Aeneas rallying the Latins

The Latins were an Italic tribe which inhabited the region of Latium in central Italy from 1000 BC to 338 BC. The Latins historically originated in eastern Hungary, Moravia, and Austria, and they later migrated to Latium. Following the end of the Trojan War in 1240 BC, Aeneas and his band of Trojan refugees landed in Latium near the mouth of the Tiber, and the Latin king Latinus - the founder of Laurentum - was defeated after attempting to drive them out. Latinus decided to accept Aeneas as an ally and allowed him to marry his daughter Lavinia. Aeneas founded the city of Lavinium, named in honor of his wife, and it became the Latin capital after Latinus' death. Aeneas' son Ascanius went on to found the city of Alba Longa in the Alban Hills, and it remained the Latin capital for 400 years, replacing Lavinium.
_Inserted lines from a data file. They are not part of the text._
def write_report(
    path: str | Path,
    subject: SolveResult | CalibrationResult | Any,
    *,
    inputs: Sequence[str | Path] = (),
    command: str = "picker",
    notes: Sequence[str] = (),
    force: bool = False,
) -> Path:
    """Write :func:`render_report`'s page to ``path`` (atomically; never over an input).

    Raises
    ------
    SpecError
        ``path`` exists and ``force`` is not given, or it is one of ``inputs``,
        or it cannot be written.
    """
    page = render_report(subject, inputs=inputs, command=command, notes=notes)
    p = Path(path)
    if p.suffix.lower() not in (".html", ".htm"):
        raise SpecError(f"expected a file name ending in .html; got {p.name!r}", key="--report")
    atomic_write(p, page, force=force, inputs=inputs, key="--report")
    return p
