"""Make (or check) the large-signal validation set: random designs and ngspice's answers.

The set is reference data for picker's large-signal model
(:func:`picker.circuit.steady.steady_state`): every design holds what is needed to
rebuild picker's own netlist (:func:`picker.circuit.netlist.write_netlist`, the generic
NPN card) and to call the model, and ngspice's transient of that netlist is measured by
:mod:`picker.circuit.waveform` (phase slope, envelope percentiles), which does not use
the model.

Usage::

    python scripts/make_validation.py            # draw, simulate, write tests/validation/large_signal.json
    python scripts/make_validation.py --stats    # the model's accuracy on the committed set (a table)
    python scripts/make_validation.py --check 5  # re-simulate 5 committed designs, compare
    python scripts/make_validation.py --redo d003,d007  # re-simulate two designs in place
    python scripts/make_validation.py --reruns   # how firmly ngspice pins each burster's carrier

The drawing (seeded, :data:`SEED`) covers picker issue 11's ranges: ideal tank frequency
20 kHz–30 MHz (log-uniform); common-emitter Colpitts and Clapp (about 30 % Clapp); supply
5–15 V; collector current 0.2–8 mA (log-uniform) set by the bias divider (emitter at 10–30 %
of the supply, divider current 10–40 base currents); a collector resistor (dropping
2–65 % of the supply above the emitter, log-uniform: that spreads the loop gain) or an RF choke (5–50× L, 0.5–10 ohm);
emitter bypass from none (12 % of draws, and :data:`UNBYPASSED` more designs drawn
unbypassed after the quotas) to 2,000× over-bypassed (ω·R_E·C_E log-uniform in
1–2,000); coupling capacitor 2–200× C1; inductor Q 20–200; C1/C2 0.1–2; tank reactance
ωL 30–1,500 ohm; stray 1–5 pF. For the statistics to mean something, many designs are
marginal: draws are kept by quota on the linear model's start-up margin
(:func:`picker.circuit.oscillation.loaded_response`), so about 4 % sit below 0.3, 12 % at
0.3–0.9, 20 % at 0.9–1.6, 24 % at 1.6–4, 20 % at 4–20 and 20 % above 20. The quotas
choose which random draws are kept; the reference answers come from ngspice alone.

Transient length: :func:`picker.circuit.netlist.transient_plan` — 400 periods plus 20
envelope time constants 2Q/ω (unloaded Q) plus 10 of the slowest bias time constant
(R_E·C_E, the divider with C1 + C2, C_B·R_C), at most 8,000 periods, plus five R_E·C_E of
bias settling; at least 60 steps per period (the trapezoidal rule's frequency warping,
0.09 % there, is undone by :func:`picker.circuit.ngspice.trapezoid_frequency`). A draw
whose plan would need more than :data:`LONGEST` periods (a base divider or C_B·R_C
recovering over tens of thousands of periods: a burst that slow could not be seen) is
left out, so every kept design is observed for at least ten of its slowest bias time
constants. ngspice runs in two processes at a time.

Step confirmation: a transient that bursts or stays unsettled is run again with a step
five times finer (:func:`picker.circuit.ngspice.simulate` with ``confirm``; the trapezoidal
rule does not damp, and at 60 steps per period it can ring on the transistor's switching
and make a steady oscillator burst). Where the two runs disagree (another state, or the
carrier moved by more than 0.1 %) the finer run is the record (where it still bursts or
wanders, a 25 times finer run is checked the same way), and its ``step_refined``
says what the netlist's own step showed. Steady designs and those that do not start are
not re-run.

The other stages (issue 12; ``--stage NAME``, one process at a time with ``--workers 1``):
the bjt ones as :func:`draw` says, the fet ones (common-source, common-drain,
common-gate) as :func:`draw_fet` says: half self-biased n-channel JFETs drawn by IDSS,
pinch-off and λ, half divider-biased enhancement MOSFETs drawn by threshold, KP and λ
(:mod:`picker.circuit.fet`'s square-law card, written into the netlist), over the same
frequencies, supplies, tanks, loads and quotas. ``--tank hartley`` draws Hartley tanks
(:func:`_tank`) instead of Colpitts and Clapp: coupling k uniform in 0.3–0.99, L2/L1
log-uniform in 0.05–2 (L1 across the output), L_eff = L1 + L2 + 2M from the same tank
reactance range, C from the frequency; a draw whose C exceeds a twentieth of the tap
bypass (:data:`picker.tank.hartley.TAP_BYPASS`, so below about 100 kHz few are kept) is
left out. ``--tank hartley-series`` draws the series-capacitor Hartley the same way, the
chain's series capacitance taking the Hartley's C and split into C and C_S with C_S/C
log-uniform in 0.05-1 (a padder smaller than C). L2/L1 plays C1/C2's part: its range
is half the stage's lower C1/C2 bound to its upper one (0.05-2 for the common-emitter and
common-source stages; 0.005-2 for the emitter follower, whose gain gm·R_E is large).
``--stage common-emitter,common-source`` draws each design's stage at random;
``--balanced`` keeps at most an equal share of the designs for each stage (the
emitter-tapped Hartley set: common-collector, common-drain, common-base, common-gate, six
each). ``--clapps N`` adds N Clapp designs of the stage after the
quotas (:func:`clapps`), for a stage whose quota draw kept no Clapp that starts.
"""

from __future__ import annotations

import argparse
import json
import math
import sys
import time
from concurrent.futures import ThreadPoolExecutor
from pathlib import Path

import numpy as np

from picker.circuit.amplifier import AmplifierParams
from picker.circuit.fet import fet_class
from picker.circuit.netlist import transient_plan
from picker.circuit.oscillation import loaded_response
from picker.circuit.reference_spread import drift, wants_rerun
from picker.circuit.stages import stage_of
from picker.circuit.validation import (
    Design,
    accuracy,
    accuracy_table,
    design_to_dict,
    load_reference,
    model_answers,
    rerun_design,
    run_design,
)
from picker.tank import get_topology
from picker.tank.base import Topology
from picker.tank.hartley import TAP_BYPASS

ROOT = Path(__file__).resolve().parent.parent
OUT = ROOT / "tests" / "validation" / "large_signal.json"
SEED = 20261202
COUNT = 128
#: (lowest margin, highest margin, share of the set)
QUOTAS = (
    (0.0, 0.3, 0.04),
    (0.3, 0.9, 0.12),
    (0.9, 1.6, 0.20),
    (1.6, 4.0, 0.24),
    (4.0, 20.0, 0.20),
    (20.0, 1e9, 0.20),
)
#: Draws whose transient would need more periods than this are left out (see below).
LONGEST = 6000
WORKERS = 2
#: Designs with an unbypassed emitter added after the quota draw (:func:`unbypassed`).
UNBYPASSED = 8
#: The fet stages (drawn by :func:`draw_fet`).
FET_STAGES = ("common-source", "common-drain", "common-gate")


def _sig(x: float, digits: int = 3) -> float:
    """``x`` rounded to ``digits`` significant figures (as a part would be marked)."""
    return float(f"{x:.{digits - 1}e}")


def _logu(rng: np.random.Generator, lo: float, hi: float) -> float:
    return float(math.exp(rng.uniform(math.log(lo), math.log(hi))))
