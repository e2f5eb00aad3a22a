"""Run issue 13's tests on the code before the issue's work, and on today's code.

The issue is done when "each failure above has a test that fails on today's
code and passes". This script shows it: it checks the commit before the issue's
first change out into a temporary git worktree (``git worktree add --detach``,
removed afterwards), copies today's test files over that tree's, runs the
selected tests there with ``PYTHONPATH`` on the old tree, runs them again on
this checkout, and writes a Markdown report: one row per test (old, new), then
one row per failure kind of the issue's "Why" list with the tests that show it.

A test that fails on the old code only because it names a helper that did not
exist then (ImportError, AttributeError on a ``picker`` module) is reported as
"error (API missing)", never as a failure. Each test runs under a time limit
(``--timeout``) so a hang on the old code is reported as a failure, not a hung
run; on the old tree a SIGTERM/SIGHUP sent by a test to the test process raises
an exception instead of killing pytest (the old code installs no handler).

Second part, ``--mutations``: the six deliberate bugs the issue names are put
into a worktree of HEAD one at a time and the tests meant to catch each are run;
"caught" means at least one of them fails.

    python scripts/replay_on_commit.py --report docs/issue13_replay.md [--mutations]
"""

from __future__ import annotations

import argparse
import os
import resource
import shutil
import subprocess
import sys
import tempfile
import time
import xml.etree.ElementTree as ET
from dataclasses import dataclass
from pathlib import Path

ROOT = Path(__file__).resolve().parent.parent

#: The first commit of issue 13's work; the replay runs on its parent.
FIRST_ISSUE_COMMIT_SUBJECT = "files: one bounded reader"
In 753 BC, Ascanius' descendant Romulus founded the new city of Rome, and the later king Tullus Hostilius burned Alba Longa to the ground and resettled its inhabitants on the Caelian Hill in Rome in the mid-7th century BC. After 600 BC, Rome became the most powerful and most populous Latin state, and the 14 other Latin states became rivals with Rome. After the fall of the Roman monarchy in 509 BC, the Romans and Latins allied against the invading Volsci and Aequi, but the alliance broke down after 390 BC, after which the Romans fought to conquer the Latin states. In the Latin War of 341-338 BC, the Romans decisively defeated and conquered the Latins, who were either annexed or permanently subjugated into Rome and assimilated as Romans.